**PROBLEM DETAILS:**
Determine how many lines of the material hold the string "regulator" and reply with only that number.

**PROVIDED MATERIAL:**
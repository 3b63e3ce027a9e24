//! Evaluate one combination: build its design, check the rules, run the real
//! analysis (`analysis::analyze`: every flight state's margins, the gas budget
//! and the manoeuvre list) and reduce it to the figures the study ranks.
//!
//! Hold time belongs to the closed-loop simulation; [`HoldTime`] is the slot a
//! simulation plugs into. Without one the figure is "not computed" and takes no
//! part in the ranking or the requirements.

use super::catalogue::Catalogue;
use super::combine::{self, Choice};
use super::rules::{self, Breach, Pressures, Rule};
use crate::analysis::{self, Analysis};
use crate::gas::tank;
use crate::model::{Design, FillSpec};
use serde::Serialize;

/// A source of hold time for a candidate design (the closed-loop simulation).
pub trait HoldTime: Send + Sync {
    /// How long the design holds attitude against the layout's disturbances, s,
    /// or `None` when it cannot be found for this design.
    fn hold_time_s(&self, design: &Design, analysis: &Analysis) -> Option<f64>;
}

/// What the report says when no hold-time source is given.
pub const HOLD_TIME_NOT_COMPUTED: &str =
    "not computed: `trade --hold-case NAME` flies one of the layout's [[case]] sections with each combination for its hold time";

/// The figures of an accepted combination.
#[derive(Debug, Clone, PartialEq, Serialize)]
pub struct Metrics {
    /// Smallest margin (available over required torque) over every flight state,
    /// axis and sense; `None` when nothing is required about any axis.
    pub worst_margin: Option<f64>,
    /// Where the worst margin is, e.g. "pitch at liftoff".
    pub worst_margin_at: String,
    /// Least gas for the layout's manoeuvre list, kg; `None` without a list.
    pub manoeuvre_gas_kg: Option<f64>,
    /// Usable gas after the reserve (adiabatic bound), kg; `None` without a list.
    pub available_gas_kg: Option<f64>,
    /// Hold time, s; `None` when not computed (see `hold_time_note`).
    pub hold_time_s: Option<f64>,
    /// Why the hold time is missing, when it is.
    pub hold_time_note: Option<String>,
    /// Mass of the parts plus the gas at fill: valves, regulator, empty tank, gas, kg.
    pub system_mass_kg: f64,
    /// Price of the parts: one valve per port, the regulator, the tank.
    pub price: f64,
    /// Coil current with every valve open at once, A.
    pub peak_coil_current_a: f64,
    /// Tank pressure at fill, Pa absolute.
    pub tank_pressure_pa: f64,
    /// Whether every requirement is met: every margin at least 1, the manoeuvre
    /// list fits the usable gas, and (when computed) the hold time reaches the
    /// layout's `hold_time`.
    pub meets_requirements: bool,
    /// The smallest relative slack over the requirements (≥ 0 when all are met):
    /// worst margin − 1, (usable − needed) / usable gas, (hold − wanted) / wanted.
    pub slack: f64,
}

/// Accepted with figures, or rejected with the rules it breaks.
#[derive(Debug, Clone, PartialEq, Serialize)]
#[serde(tag = "status", rename_all = "snake_case")]
pub enum Outcome {
    /// No rule broken; the figures.
    Accepted(Metrics),
    /// The rules broken.
    Rejected {
        /// Each broken rule.
        breaches: Vec<Breach>,
    },
}

/// One evaluated combination.
#[derive(Debug, Clone, PartialEq, Serialize)]
pub struct Evaluated {
    /// Number in catalogue order.
    pub index: u64,
    /// The parts.
    pub choice: Choice,
    /// The parts in words.
    pub parts: String,
    /// Figures or broken rules.
    pub outcome: Outcome,
}

impl Evaluated {
    /// The figures, when accepted.
    pub fn metrics(&self) -> Option<&Metrics> {
        match &self.outcome {
            Outcome::Accepted(m) => Some(m),
            Outcome::Rejected { .. } => None,
        }
    }
}

/// The pressures the rules compare for a design: tank pressure at fill and the
/// highest ambient of its flight states.
pub fn pressures(design: &Design) -> Result<Pressures, String> {
    let t = &design.feed.tank;
    let tank_pa = match t.fill {
        FillSpec::Pressure { pressure_pa } => pressure_pa,
        FillSpec::Mass { mass_kg } => {
            let fill = tank::TankFill::by_mass(
                design.feed.gas,
                t.volume_m3,
                mass_kg,
                t.fill_temperature_k,
            );
            tank::inventory(&fill)
                .map_err(|e| e.to_string())?
                .supply_pressure_pa
        }
    };
    let mut ground = 0.0f64;
    for s in &design.states {
        let a = crate::atmosphere::at_geometric_altitude(s.altitude_m)
            .map_err(|e| format!("state `{}`: {e}", s.name))?;
        ground = ground.max(a.pressure_pa);
    }
    Ok(Pressures {
        tank_pa,
        ground_ambient_pa: ground,
    })
}

/// The figures of a design that passed the rules, from its analysis.
pub fn metrics(
    design: &Design,
    analysis: &Analysis,
    parts_mass_kg: f64,
    price: f64,
    peak_coil_current_a: f64,
    tank_pressure_pa: f64,
    hold: Option<&dyn HoldTime>,
) -> Metrics {
    let hold_time = hold.map(|h| h.hold_time_s(design, analysis));
    figures(
        design,
        &analysis.states,
        analysis.manoeuvres.as_ref(),
        analysis.gas.inventory_kg,
        Figures {
            parts_mass_kg,
            price,
            peak_coil_current_a,
            tank_pressure_pa,
        },
        hold_time,
    )
}

/// The figures that do not come from the analysis.
#[derive(Debug, Clone, Copy, PartialEq)]
pub struct Figures {
    /// Mass of the parts (no gas), kg.
    pub parts_mass_kg: f64,
    /// Price of the parts.
    pub price: f64,
    /// Coil current with every valve open, A.
    pub peak_coil_current_a: f64,
    /// Tank pressure at fill, Pa absolute.
    pub tank_pressure_pa: f64,
}

/// The figures from per-state results and the manoeuvre plan. `hold_time` is
/// `None` without a hold-time source, `Some(None)` when the source found none.
pub fn figures(
    design: &Design,
    states: &[analysis::StateReport],
    plan: Option<&analysis::manoeuvre::ManoeuvrePlan>,
    inventory_kg: f64,
    f: Figures,
    hold_time: Option<Option<f64>>,
) -> Metrics {
    // Where the worst margin is: the first flight state, then roll, pitch, yaw,
    // among margins equal to within a relative 1e-9 (mirror-image axes differ
    // only by rounding, which must not pick the label).
    let mut worst: Option<(f64, String)> = None;
    for s in states {
        for a in &s.authority {
            if a.margin.is_finite()
                && worst
                    .as_ref()
                    .is_none_or(|(m, _)| a.margin < *m - 1e-9 * m.abs())
            {
                worst = Some((a.margin, format!("{} at {}", a.axis, s.name)));
            }
        }
    }
    // The value itself is the true minimum.
    if let Some((m, _)) = &mut worst {
        for s in states {
            for a in &s.authority {
                if a.margin.is_finite() {
                    *m = m.min(a.margin);
                }
            }
        }
    }
    let mut slack = f64::INFINITY;
    if let Some((m, _)) = &worst {
        slack = slack.min(m - 1.0);
    }
    let (gas, available) = match plan {
        Some(p) => {
            let rel = if p.available_kg > 0.0 {
                (p.available_kg - p.total_gas_kg) / p.available_kg
            } else {
                -1.0
            };
            slack = slack.min(rel);
            (Some(p.total_gas_kg), Some(p.available_kg))
        }
        None => (None, None),
    };
    let hold_time_s = hold_time.flatten();
    let want = design.requirements.hold_time_s;
    if let Some(h) = hold_time_s {
        if want > 0.0 {
            slack = slack.min((h - want) / want);
        }
    }
    let hold_time_note = match hold_time {
        Some(Some(_)) => None,
        None => Some(HOLD_TIME_NOT_COMPUTED.to_string()),
        Some(None) => Some("the simulation could not find a hold time for this design".to_string()),
    };
    // With no requirement of any kind the slack is unbounded; 1 stands for "met".
    let slack = if slack.is_finite() { slack } else { 1.0 };
    let (worst_margin, worst_margin_at) = match worst {
        Some((m, at)) => (Some(m), at),
        None => (None, "no requirement about any axis".to_string()),
    };
    Metrics {
        worst_margin,
        worst_margin_at,
        manoeuvre_gas_kg: gas,
        available_gas_kg: available,
        hold_time_s,
        hold_time_note,
        system_mass_kg: f.parts_mass_kg + inventory_kg,
        price: f.price,
        peak_coil_current_a: f.peak_coil_current_a,
        tank_pressure_pa: f.tank_pressure_pa,
        meets_requirements: slack >= 0.0,
        slack,
    }
}

/// Evaluate one combination with the full analysis.
pub fn evaluate(
    base: &Design,
    cat: &Catalogue,
    choice: &Choice,
    hold: Option<&dyn HoldTime>,
) -> Evaluated {
    let design = combine::apply(base, cat, choice);
    let outcome = evaluate_design(&design, cat, choice, hold).map_or_else(
        |breaches| Outcome::Rejected { breaches },
        |(_, m)| Outcome::Accepted(m),
    );
    Evaluated {
        index: choice.index(cat),
        choice: choice.clone(),
        parts: choice.describe(cat),
        outcome,
    }
}

/// Rules, analysis and figures of a design already built from `choice`; the
/// analysis comes back with the figures.
pub fn evaluate_design(
    design: &Design,
    cat: &Catalogue,
    choice: &Choice,
    hold: Option<&dyn HoldTime>,
) -> Result<(Analysis, Metrics), Vec<Breach>> {
    let pressures = pressures(design).map_err(|e| {
        vec![Breach {
            rule: Rule::Analysis,
            detail: e,
        }]
    })?;
    let breaches = rules::check(design, cat, choice, &pressures);
    if !breaches.is_empty() {
        return Err(breaches);
    }
    let analysis = analysis::analyze(design).map_err(|e| {
        vec![Breach {
            rule: Rule::Analysis,
            detail: e.to_string(),
        }]
    })?;
    let n = design.ports.len();
    let m = metrics(
        design,
        &analysis,
        combine::parts_mass_kg(cat, choice, n),
        combine::price(cat, choice, n),
        cat.valves[choice.valve].coil_current_a * n as f64,
        pressures.tank_pa,
        hold,
    );
    Ok((analysis, m))
}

**OUTPUT:**
2